Task prompt:
Repeat exactly, and only, the lines of the entries below from the one with "return form.ok ? shown(await submitRevision(actor, form.value))" through the one with "const form = parseForm(importSequenceSchema, input);", both ends included.

Records for processing:
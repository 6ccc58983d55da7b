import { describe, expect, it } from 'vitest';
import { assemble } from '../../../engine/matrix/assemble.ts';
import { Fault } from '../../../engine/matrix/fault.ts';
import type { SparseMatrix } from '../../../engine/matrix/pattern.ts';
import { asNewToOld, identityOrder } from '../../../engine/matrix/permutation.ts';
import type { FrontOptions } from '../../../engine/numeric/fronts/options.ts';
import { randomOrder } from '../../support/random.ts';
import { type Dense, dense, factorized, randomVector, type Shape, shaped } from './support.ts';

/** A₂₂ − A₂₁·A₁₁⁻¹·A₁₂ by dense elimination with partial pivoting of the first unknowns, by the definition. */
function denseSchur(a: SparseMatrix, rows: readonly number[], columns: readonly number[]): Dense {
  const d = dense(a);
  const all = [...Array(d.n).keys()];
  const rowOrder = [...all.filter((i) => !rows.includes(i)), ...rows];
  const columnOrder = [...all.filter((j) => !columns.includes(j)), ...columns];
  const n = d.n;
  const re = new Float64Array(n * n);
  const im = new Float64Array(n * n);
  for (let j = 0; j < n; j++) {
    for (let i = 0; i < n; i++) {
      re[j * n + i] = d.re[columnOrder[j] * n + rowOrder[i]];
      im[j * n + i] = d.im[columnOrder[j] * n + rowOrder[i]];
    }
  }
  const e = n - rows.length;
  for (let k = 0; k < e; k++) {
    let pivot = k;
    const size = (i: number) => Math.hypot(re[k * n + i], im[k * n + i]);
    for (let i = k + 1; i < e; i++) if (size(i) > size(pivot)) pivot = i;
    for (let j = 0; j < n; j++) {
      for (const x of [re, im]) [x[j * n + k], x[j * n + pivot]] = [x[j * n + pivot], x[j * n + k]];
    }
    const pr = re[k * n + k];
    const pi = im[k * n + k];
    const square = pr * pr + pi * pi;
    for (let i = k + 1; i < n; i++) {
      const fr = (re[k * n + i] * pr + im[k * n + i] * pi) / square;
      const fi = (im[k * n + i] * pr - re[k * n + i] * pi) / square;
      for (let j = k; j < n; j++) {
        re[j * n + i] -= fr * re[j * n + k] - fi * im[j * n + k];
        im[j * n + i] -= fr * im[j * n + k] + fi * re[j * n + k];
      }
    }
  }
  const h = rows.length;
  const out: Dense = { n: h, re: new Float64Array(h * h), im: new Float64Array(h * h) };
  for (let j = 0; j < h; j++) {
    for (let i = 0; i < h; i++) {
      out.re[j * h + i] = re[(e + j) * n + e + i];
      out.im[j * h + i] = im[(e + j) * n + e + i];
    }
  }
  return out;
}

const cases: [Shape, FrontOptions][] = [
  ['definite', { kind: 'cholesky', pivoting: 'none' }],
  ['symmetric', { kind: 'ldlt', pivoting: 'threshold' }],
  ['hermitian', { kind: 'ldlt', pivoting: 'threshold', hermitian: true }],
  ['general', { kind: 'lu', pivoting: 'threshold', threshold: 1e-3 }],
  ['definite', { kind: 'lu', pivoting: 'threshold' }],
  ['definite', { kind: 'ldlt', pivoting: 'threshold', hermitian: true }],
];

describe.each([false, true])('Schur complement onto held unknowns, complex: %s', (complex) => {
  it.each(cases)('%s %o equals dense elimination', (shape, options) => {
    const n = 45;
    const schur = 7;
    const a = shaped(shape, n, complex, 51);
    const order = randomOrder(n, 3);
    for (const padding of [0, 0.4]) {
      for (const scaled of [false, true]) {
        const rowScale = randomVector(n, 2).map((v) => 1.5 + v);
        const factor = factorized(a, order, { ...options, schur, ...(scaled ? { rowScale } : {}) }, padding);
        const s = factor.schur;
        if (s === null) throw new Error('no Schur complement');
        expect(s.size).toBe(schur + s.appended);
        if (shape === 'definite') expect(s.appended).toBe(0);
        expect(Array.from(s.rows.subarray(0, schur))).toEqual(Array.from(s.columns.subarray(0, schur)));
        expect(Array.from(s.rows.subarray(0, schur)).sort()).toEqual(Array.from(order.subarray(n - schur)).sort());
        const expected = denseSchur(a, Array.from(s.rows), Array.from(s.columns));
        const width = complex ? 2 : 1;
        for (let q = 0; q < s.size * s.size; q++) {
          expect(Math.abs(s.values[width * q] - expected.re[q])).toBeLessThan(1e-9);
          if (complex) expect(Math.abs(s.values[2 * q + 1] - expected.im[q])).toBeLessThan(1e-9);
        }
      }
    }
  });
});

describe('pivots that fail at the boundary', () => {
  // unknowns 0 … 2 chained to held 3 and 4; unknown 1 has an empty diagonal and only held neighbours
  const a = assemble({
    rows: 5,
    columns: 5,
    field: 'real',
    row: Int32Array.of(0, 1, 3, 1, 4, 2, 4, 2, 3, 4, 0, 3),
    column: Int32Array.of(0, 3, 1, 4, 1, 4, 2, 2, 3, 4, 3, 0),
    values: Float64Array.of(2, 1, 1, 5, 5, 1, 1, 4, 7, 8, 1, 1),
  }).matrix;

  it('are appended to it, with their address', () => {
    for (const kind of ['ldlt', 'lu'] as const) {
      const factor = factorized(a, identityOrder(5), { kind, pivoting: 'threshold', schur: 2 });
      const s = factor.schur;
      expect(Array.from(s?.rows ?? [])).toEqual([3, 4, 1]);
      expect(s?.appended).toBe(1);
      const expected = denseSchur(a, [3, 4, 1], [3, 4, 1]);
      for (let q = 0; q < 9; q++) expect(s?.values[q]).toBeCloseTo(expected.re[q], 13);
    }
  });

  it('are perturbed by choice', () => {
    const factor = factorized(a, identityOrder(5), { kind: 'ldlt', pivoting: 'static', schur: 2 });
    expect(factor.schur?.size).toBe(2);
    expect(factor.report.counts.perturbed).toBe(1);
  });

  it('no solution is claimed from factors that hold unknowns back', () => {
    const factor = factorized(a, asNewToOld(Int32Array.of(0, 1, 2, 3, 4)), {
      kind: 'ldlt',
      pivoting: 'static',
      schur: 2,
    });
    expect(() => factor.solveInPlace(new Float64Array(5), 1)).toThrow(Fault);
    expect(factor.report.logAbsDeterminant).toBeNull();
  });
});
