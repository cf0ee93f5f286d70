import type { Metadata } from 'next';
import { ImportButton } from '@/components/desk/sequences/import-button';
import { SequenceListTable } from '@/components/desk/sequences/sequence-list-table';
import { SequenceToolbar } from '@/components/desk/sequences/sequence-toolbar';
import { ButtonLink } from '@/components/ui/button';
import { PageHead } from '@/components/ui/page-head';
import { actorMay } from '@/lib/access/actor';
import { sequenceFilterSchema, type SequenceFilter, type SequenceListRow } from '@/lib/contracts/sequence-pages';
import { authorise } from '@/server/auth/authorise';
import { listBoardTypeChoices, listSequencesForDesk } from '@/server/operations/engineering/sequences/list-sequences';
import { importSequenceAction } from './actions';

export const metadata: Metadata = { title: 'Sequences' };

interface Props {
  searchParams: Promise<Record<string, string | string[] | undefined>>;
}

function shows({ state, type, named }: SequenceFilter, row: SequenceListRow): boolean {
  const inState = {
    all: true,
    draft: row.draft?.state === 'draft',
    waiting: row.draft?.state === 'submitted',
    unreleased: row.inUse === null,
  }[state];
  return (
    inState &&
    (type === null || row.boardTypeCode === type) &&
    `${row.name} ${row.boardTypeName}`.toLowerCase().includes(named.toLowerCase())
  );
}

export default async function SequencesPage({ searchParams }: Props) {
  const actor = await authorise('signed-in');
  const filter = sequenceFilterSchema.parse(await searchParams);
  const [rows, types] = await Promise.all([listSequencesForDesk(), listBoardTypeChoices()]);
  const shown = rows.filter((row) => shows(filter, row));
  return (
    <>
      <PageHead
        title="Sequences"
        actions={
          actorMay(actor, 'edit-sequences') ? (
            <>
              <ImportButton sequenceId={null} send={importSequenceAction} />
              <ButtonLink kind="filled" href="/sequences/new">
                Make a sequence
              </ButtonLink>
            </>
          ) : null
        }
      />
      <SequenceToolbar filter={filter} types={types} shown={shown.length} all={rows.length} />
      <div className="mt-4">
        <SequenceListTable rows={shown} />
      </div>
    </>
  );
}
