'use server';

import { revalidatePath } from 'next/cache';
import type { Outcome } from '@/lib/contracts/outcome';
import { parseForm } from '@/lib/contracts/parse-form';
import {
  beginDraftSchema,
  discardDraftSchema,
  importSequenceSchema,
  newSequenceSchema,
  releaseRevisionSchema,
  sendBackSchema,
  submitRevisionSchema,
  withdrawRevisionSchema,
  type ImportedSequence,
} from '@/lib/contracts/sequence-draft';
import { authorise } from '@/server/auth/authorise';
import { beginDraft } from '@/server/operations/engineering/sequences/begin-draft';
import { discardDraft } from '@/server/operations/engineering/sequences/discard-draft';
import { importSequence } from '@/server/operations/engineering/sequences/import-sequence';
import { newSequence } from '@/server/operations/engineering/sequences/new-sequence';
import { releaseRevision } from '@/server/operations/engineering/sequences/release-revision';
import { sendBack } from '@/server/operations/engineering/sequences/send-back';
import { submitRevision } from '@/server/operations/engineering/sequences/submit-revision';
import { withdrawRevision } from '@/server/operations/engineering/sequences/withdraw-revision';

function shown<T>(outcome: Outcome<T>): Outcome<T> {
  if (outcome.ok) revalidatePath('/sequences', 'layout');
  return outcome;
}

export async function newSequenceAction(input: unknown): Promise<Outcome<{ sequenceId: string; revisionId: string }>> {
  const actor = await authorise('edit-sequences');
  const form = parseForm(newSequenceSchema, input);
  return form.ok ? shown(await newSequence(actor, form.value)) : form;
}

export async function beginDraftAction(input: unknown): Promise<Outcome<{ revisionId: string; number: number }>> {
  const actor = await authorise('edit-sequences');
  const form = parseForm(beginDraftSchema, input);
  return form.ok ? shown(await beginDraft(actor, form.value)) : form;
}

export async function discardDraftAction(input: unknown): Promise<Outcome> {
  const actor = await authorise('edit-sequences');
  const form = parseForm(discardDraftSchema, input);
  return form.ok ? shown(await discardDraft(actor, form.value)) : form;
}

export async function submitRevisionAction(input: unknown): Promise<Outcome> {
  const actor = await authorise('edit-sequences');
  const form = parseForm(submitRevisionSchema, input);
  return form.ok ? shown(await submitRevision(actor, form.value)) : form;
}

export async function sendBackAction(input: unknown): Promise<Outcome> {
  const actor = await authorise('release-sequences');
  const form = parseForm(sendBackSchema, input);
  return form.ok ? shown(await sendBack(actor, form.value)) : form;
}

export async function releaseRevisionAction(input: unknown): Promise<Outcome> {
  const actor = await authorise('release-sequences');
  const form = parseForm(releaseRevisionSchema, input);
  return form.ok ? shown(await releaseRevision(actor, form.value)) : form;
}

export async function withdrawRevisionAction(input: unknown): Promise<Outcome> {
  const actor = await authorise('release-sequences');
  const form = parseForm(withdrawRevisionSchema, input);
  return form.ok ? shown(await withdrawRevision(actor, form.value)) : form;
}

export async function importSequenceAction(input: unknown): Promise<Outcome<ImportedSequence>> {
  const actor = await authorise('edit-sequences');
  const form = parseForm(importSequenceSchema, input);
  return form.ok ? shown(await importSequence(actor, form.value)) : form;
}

Solution for this exercise:
  return form.ok ? shown(await submitRevision(actor, form.value)) : form;
}

export async function sendBackAction(input: unknown): Promise<Outcome> {
  const actor = await authorise('release-sequences');
  const form = parseForm(sendBackSchema, input);
  return form.ok ? shown(await sendBack(actor, form.value)) : form;
}

export async function releaseRevisionAction(input: unknown): Promise<Outcome> {
  const actor = await authorise('release-sequences');
  const form = parseForm(releaseRevisionSchema, input);
  return form.ok ? shown(await releaseRevision(actor, form.value)) : form;
}

export async function withdrawRevisionAction(input: unknown): Promise<Outcome> {
  const actor = await authorise('release-sequences');
  const form = parseForm(withdrawRevisionSchema, input);
  return form.ok ? shown(await withdrawRevision(actor, form.value)) : form;
}

export async function importSequenceAction(input: unknown): Promise<Outcome<ImportedSequence>> {
  const actor = await authorise('edit-sequences');
  const form = parseForm(importSequenceSchema, input);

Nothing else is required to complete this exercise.